The U.K.-based nonprofit Airwars, which partnered with Amnesty for this report, said at least 21,000 airstrikes and artillery strikes hit Raqqa during this period. “According to an Airwars analysis, at least 95 per cent of strikes in Raqqa and all artillery strikes were American,” the group added.

Amnesty International researchers spent months in Raqqa, collecting data and testimony from survivors. NPR’s Ruth Sherlock spent time on the ground with Amnesty and with groups searching for bodies in the rubble of the devastated city.

More than a year after the U.S. offensive concluded, Sherlock reported that the workers said they had found more than 2,600 bodies — and they believed most of them were killed by coalition strikes during the offensive.

The scenes were horrific. “Three recovery workers pull out the delicate skeletons of two children from under the debris of a partially collapsed home,” Sherlock reported. “And across the city, in what was once Raqqa’s public park, men unearth more bodies from a mass grave.”

During the offensive, the Islamic State group kept civilians trapped in the city, even as the bombs rained down.

“Thousands of civilians were killed or injured in the U.S.-led coalition’s offensive to rid Raqqa of ISIS, whose snipers and mines had turned the city into a death trap,” said Donatella Rovera, Amnesty’s senior crisis response adviser who worked on this investigation. “Many of the air bombardments were inaccurate and tens of thousands of artillery strikes were indiscriminate, so it is no surprise they killed and injured many hundreds of civilians.”

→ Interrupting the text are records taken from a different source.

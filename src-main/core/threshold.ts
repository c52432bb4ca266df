import { DEFAULT_TIGHT_THRESHOLD, type ClassRule } from './domain';

const usable = (t: number | null | undefined): t is number => typeof t === 'number' && Number.isFinite(t) && t >= 0 && t < 1;

/**
 * The margin under which a rule reads tight: the build's own, else its class's (the largest
 * any of the class's rules sets, so the most cautious), else the given default.
 */
export function tightThresholdFor(buildThreshold: number | null, classRules: readonly ClassRule[], defaultThreshold: number): number {
  if (usable(buildThreshold)) return buildThreshold;
  let fromClass: number | null = null;
  for (const r of classRules) {
    const t = r.tightThreshold;
    if (usable(t) && (fromClass === null || t > fromClass)) fromClass = t;
  }
  if (fromClass !== null) return fromClass;
  return usable(defaultThreshold) ? defaultThreshold : DEFAULT_TIGHT_THRESHOLD;
}
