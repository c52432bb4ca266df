import type { ChartConfiguration, ChartDataset } from 'chart.js';
import { overLimitMoments, type LogSamples, type OverLimitMoment, type RunLogSummary } from '$core/run-log';
import { SERIES } from './chart-configs';
import { bandDatasets, currentAxisMax } from './sheet-chart-configs';
import type { CurrentBand } from './sheet-chart-data';
import { fixed } from '../format/number';

// A run log beside the model: the measured current, voltage and rpm against time, with the
// model's peak and continuous currents and the ratings drawn as lines, and what the two say
// about each other in a sentence. Plain data, so it can be checked without a canvas.

type LineSet = ChartDataset<'line' | 'scatter', { x: number; y: number }[]>;

/** The model's supply currents for the log's supply, before any measured figure replaced them. */
export interface ModelCurrents {
  peakA: number | null;
  continuousA: number | null;
}

const xy = (xs: readonly number[], ys: readonly number[], t0: number) => xs.map((x, i) => ({ x: x - t0, y: ys[i] ?? 0 }));

const MODEL_STYLE = { peak: { color: '#b42318', dash: [12, 4] }, continuous: { color: '#b42318', dash: [3, 3] } };

export function runLogChartConfig(samples: LogSamples, model: ModelCurrents, bands: readonly CurrentBand[]): ChartConfiguration<'line' | 'scatter'> {
  const t0 = samples.timeS[0] ?? 0;
  const x1 = (samples.timeS.at(-1) ?? 0) - t0;
  const datasets: LineSet[] = [];
  const peak = samples.currentA ? Math.max(0, ...samples.currentA) : 0;
  if (samples.currentA) datasets.push({ type: 'line', label: 'Measured current (A)', data: xy(samples.timeS, samples.currentA, t0), borderColor: SERIES.current.color, borderWidth: 1.5, pointRadius: 0, yAxisID: 'y' });
  const flat = (label: string, y: number, style: { color: string; dash: number[] }): LineSet => ({
    type: 'line',
    label,
    data: [
      { x: 0, y },
      { x: x1, y },
    ],
    borderColor: style.color,
    borderDash: style.dash,
    borderWidth: 2,
    pointRadius: 0,
    yAxisID: 'y',
  });
  if (model.peakA !== null) datasets.push(flat(`Model peak ${fixed(model.peakA, 0)} A`, model.peakA, MODEL_STYLE.peak));
  if (model.continuousA !== null) datasets.push(flat(`Model continuous ${fixed(model.continuousA, 0)} A`, model.continuousA, MODEL_STYLE.continuous));
  datasets.push(...bandDatasets(bands, 0, x1));
  if (samples.voltageV)
    datasets.push({ type: 'line', label: 'Measured voltage (V)', data: xy(samples.timeS, samples.voltageV, t0), borderColor: SERIES.power.color, borderDash: SERIES.power.dash, borderWidth: 1.5, pointRadius: 0, yAxisID: 'y1' });
  if (samples.rpm) datasets.push({ type: 'line', label: 'Measured motor speed (rpm)', data: xy(samples.timeS, samples.rpm, t0), borderColor: SERIES.torque.color, borderDash: [1, 2], borderWidth: 1.5, pointRadius: 0, yAxisID: 'y2' });
  const top = currentAxisMax(Math.max(peak, model.peakA ?? 0), bands);
  return {
    type: 'line',
    data: { datasets },
    options: {
      responsive: true,
      maintainAspectRatio: false,
      parsing: false,
      normalized: true,
      scales: {
        x: { type: 'linear', title: { display: true, text: 'Time from the start of the log (s)' }, min: 0, max: x1, grid: { color: '#ebe9e3' } },
        y: { type: 'linear', position: 'left', title: { display: true, text: 'Current (A)' }, min: 0, max: top, grid: { color: '#ebe9e3' } },
        y1: { type: 'linear', position: 'right', display: samples.voltageV !== undefined, title: { display: true, text: 'Voltage (V)' }, grid: { display: false } },
        y2: { type: 'linear', position: 'right', display: samples.rpm !== undefined, title: { display: true, text: 'Motor speed (rpm)' }, grid: { display: false }, min: 0 },
      },
      plugins: { legend: { position: 'bottom', labels: { boxWidth: 18, boxHeight: 2, filter: (item: { text: string }) => item.text !== '' } } },
    },
  };
}

function versus(what: string, measured: number | null, modelled: number | null, modelWord: string): string | null {
  if (measured === null || modelled === null || !(modelled > 0)) return null;
  const diff = (measured - modelled) / modelled;
  const how = Math.abs(diff) < 0.005 ? 'the same as' : `${fixed(Math.abs(diff) * 100, 0)} % ${diff > 0 ? 'above' : 'below'}`;
  return `${what} ${fixed(measured, 1)} A is ${how} the model's ${modelWord} ${fixed(modelled, 1)} A`;
}

/**
 * How far the log and the model differ, in a short paragraph. The log's RMS current is set
 * against the model's continuous current (both stand for what heats the parts over a run).
 */
export function comparisonText(summary: RunLogSummary, model: ModelCurrents): string {
  const parts = [versus('Measured peak', summary.peakCurrentA, model.peakA, 'peak'), versus('measured RMS current', summary.rmsCurrentA, model.continuousA, 'continuous')].filter((x): x is string => x !== null);
  if (parts.length === 0) return 'The log has no current, or the model has no current to compare it with (see the missing inputs above).';
  const first = parts.join('; ');
  const higher = (summary.peakCurrentA ?? 0) > (model.peakA ?? Infinity) || (summary.rmsCurrentA ?? 0) > (model.continuousA ?? Infinity);
  const advice = higher ? ' The run drew more than the model predicts: judge this supply on the measured figures.' : ' The model reads on the high side here, as it is meant to; the verdict stays on the safe side either way.';
  return `${first.charAt(0).toUpperCase()}${first.slice(1)}.${advice}`;
}

export interface LimitMoment extends OverLimitMoment {
  /** "Controller burst rating 180 A". */
  limitLabel: string;
  limitA: number;
}

/** Moments the measured current was above each rating (burst and continuous), in time order, at most `max`. */
export function limitMoments(samples: LogSamples, bands: readonly CurrentBand[], max = 20): { moments: LimitMoment[]; more: number } {
  const i = samples.currentA;
  if (!i) return { moments: [], more: 0 };
  const out: LimitMoment[] = [];
  for (const b of bands) {
    const limits =
      b.lowA === b.highA
        ? [{ a: b.highA, word: 'rating' }]
        : [
            { a: b.highA, word: 'burst rating' },
            { a: b.lowA, word: 'continuous rating' },
          ];
    for (const l of limits) for (const m of overLimitMoments(samples.timeS, i, l.a)) out.push({ ...m, limitA: l.a, limitLabel: `${b.label} ${l.word} ${fixed(l.a, 0)} A` });
  }
  out.sort((a, b) => a.fromS - b.fromS || b.limitA - a.limitA);
  return { moments: out.slice(0, max), more: Math.max(0, out.length - max) };
}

Amnesty said that standard artillery shell strikes from an M777 howitzer have “an average margin of error of over 100 meters.” Rawlinson said the munitions are guided by GPS and are “accurate from 1-3 meters.” He did not immediately respond to a question about how much of the artillery used in Raqqa was actually precision-guided.

Rawlinson has also not clarified whether civilian deaths from artillery strikes as well as airstrikes are included in the coalition’s total.

A Marine Times article said that two howitzer weapons “burned out” because of the sheer number of consecutive artillery rounds fired during the Raqqa offensive.

It’s not just rights groups questioning the choice to use artillery in Raqqa.

“I sure as hell wouldn’t recommend using artillery in an urban area. That’s insane,” says retired U.S. Air Force Lt. Gen. David Deptula, who ran the air campaigns in the first Iraq War and in the U.S. war in Afghanistan. While he says there are varying degrees of precision in artillery, he adds that “artillery in general is an order of magnitude more inaccurate than precision-guided weapons dropped from the air.”

Amnesty’s website includes individual profiles of 1,028 named victims, along with a description of Amnesty’s understanding of how and where they died.

It’s not clear the extent to which the U.S. military is investigating the deaths. Rawlinson says they conduct a “thorough investigation” of all allegations, but he did not immediately respond to a question about whether they are investigating by speaking to people on the ground, as Amnesty has.

Deptula tells NPR that he believes the coalition takes great pains to minimize civilian casualties. But he says that he believes a strategic error from the U.S. has ultimately led to many more civilians being killed than otherwise would have been. He says the Obama administration took a gradual approach initially in Syria, and the U.S. later ramped up its campaign.

Deptula argues that it would have been most effective to use much larger amounts of force at the beginning — years before the Raqqa offensive started.

“There’s no such thing as immaculate warfare,” he says. “It is the worst and most horrible application of resources that mankind has designed and therefore its use should be rapid, swift and to eliminate the adversary who is causing the civilian casualties in the first place.”

A lack of decisive action early on in the campaign, he adds, “had an impact in extending the war … resulting in greater civilian casualties.”